Diabeticliberty said:


> Little tiny place in Wales called Portmeirion. The concept of being chased by a large bubble kinda reminded me of my old granny running down the street after me with a slipper. It never paid to let her catch you. She was old and a little bit rotund but Lordy could she fight.


Count yourself lucky.  My mum knew she couldn't catch us so she wanged her slipper at us...and she was a crack shot.


----------



## mikeyB (Sep 5, 2016)

I've got the Prisoner box set somewhere, complete with explanatory notes. (Didn't help much, mind)

I was never physically punished as a child, which probably explains a lot.


----------



## Marsbartoastie (Sep 5, 2016)

To be fair to my mum...it was more of a game than anything.  We all laughed throughout.


----------



## Matt Cycle (Sep 5, 2016)

Diabeticliberty said:


> My brother used to make me watch this as a kid cos it used to frighten me. Don't laugh it can be really scare for a lad of 28
> 
> 
> http://www.bbc.co.uk/news/in-pictures-37232329



Oh yes, in my opinion one of the best programmes ever made.  Still haven't been to Portmeirion yet though.


----------



## Robin (Sep 5, 2016)

Matt Cycle said:


> Oh yes, in my opinion one of the best programmes ever made.  Still haven't been to Portmeirion yet though.
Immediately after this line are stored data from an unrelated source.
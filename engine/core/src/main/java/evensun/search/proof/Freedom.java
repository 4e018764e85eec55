package evensun.search.proof;

/**
 * How much freedom a found value leaves.
 *
 * @param key key of the variable
 * @param found value found
 * @param low lower end of the range that is equally good when all other variables are chosen anew
 * @param high upper end of that range
 * @param lowIsBound whether the range ends at the lower bound of the variable, not by the loss
 * @param highIsBound the same for the upper bound
 * @param bound {@code low} or {@code high} when the found value stands on that bound, else empty
 * @param gainPerUnit what moving that bound outward by one unit of the variable would add to the
 *     first aim, from how the best value changes near the bound; 0 where no bound is active
 */
public record Freedom(
    String key,
    double found,
    double low,
    double high,
    boolean lowIsBound,
    boolean highIsBound,
    String bound,
    double gainPerUnit) {}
We went a few years ago. OH and I kept expecting a large white ball to start chasing us. Our kids thought we were bonkers.


----------



## Matt Cycle (Sep 5, 2016)

Robin said:


> We went a few years ago. OH and I kept expecting a large white ball to start chasing us. Our kids thought we were bonkers.
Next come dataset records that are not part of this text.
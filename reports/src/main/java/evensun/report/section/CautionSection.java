package evensun.report.section;

import evensun.report.page.Block;
import evensun.report.page.Section;
import evensun.report.text.Numbers;
import evensun.result.Caution;
import evensun.result.RunResult;
import java.util.List;
import java.util.Optional;

/** What these numbers cannot say, and what is hazardous in this stack. */
public final class CautionSection {

  private CautionSection() {}

  /** The section; never absent, since the limits of the model always apply. */
  public static Optional<Section> of(RunResult result) {
    List<Block.Point> points = result.cautions().stream().map(CautionSection::point).toList();
    List<Block> blocks = List.of(points.isEmpty() ? limits() : new Block.Points(points));
    String heading =
        points.isEmpty()
            ? "What this result does not say"
            : "What this result does not say, and "
                + Numbers.count(points.size(), "caution")
                + " for this stack";
    return Optional.of(new Section("cautions", "Cautions", heading, blocks));
  }

  /** For results that carry no cautions of their own. */
  private static Block limits() {
    return new Block.Prose(
        "These are predictions of idealised optics. They say nothing about stability, lifetime or"
            + " certified efficiency and replace no measurement. Safety data sheets, local rules and"
            + " trained staff come before anything written here.");
  }

  private static Block.Point point(Caution caution) {
    return new Block.Point("caution", caution.about(), caution.text(), "");
  }
}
Ha, Rover.  Like a lot of those 60's programmes it was made with such style.  Clough Williams-Ellis' creation of Portmeirion added to this as well.


----------



## Northerner (Sep 5, 2016)

OK, here's another one for you - today is Raquel Welch's 76th birthday!  Her iconic film, One Million Years B.C. was also from 1966!


----------



## Diabeticliberty (Sep 5, 2016)

Northerner said:


> OK, here's another one for you - today is Raquel Welch's 76th birthday!  Her iconic film, One Million Years B.C. was also from 1966!
> 
> View attachment 1822




*COOOOOOORRRRRRRR!!!!!!!!!!!!!!!!! *


----------



## Marsbartoastie (Sep 5, 2016)

It's only a matter of time before one of you remembers Barbarella...so I've done it for you!


----------



## mikeyB (Sep 5, 2016)

Northerner, that picture sent many an adolescent boy to the opticians, if not blind school. Dangerous stuff!


----------



## Diabeticliberty (Sep 5, 2016)

Sorry My little toasted marshmallow but I went right off Jane Fonda when I saw her interviewed and she came across as being so far up her own rear end that the she must have needed an industrial nosepeg.  She was a bit tidy in the film though I'll concede that one


----------



## Jonsi (Sep 5, 2016)

You can stay at Portmeirion these days. There's self catering accommodation in the village or you can stay at the hotel. Mensa book it once a year for their Singles weekend. It's about an hour away from me.


----------



## Northerner (Sep 5, 2016)

Jonsi said:


> You can stay at Portmeirion these days. There's self catering accommodation in the village or you can stay at the hotel. Mensa book it once a year for their Singles weekend. It's about an hour away from me.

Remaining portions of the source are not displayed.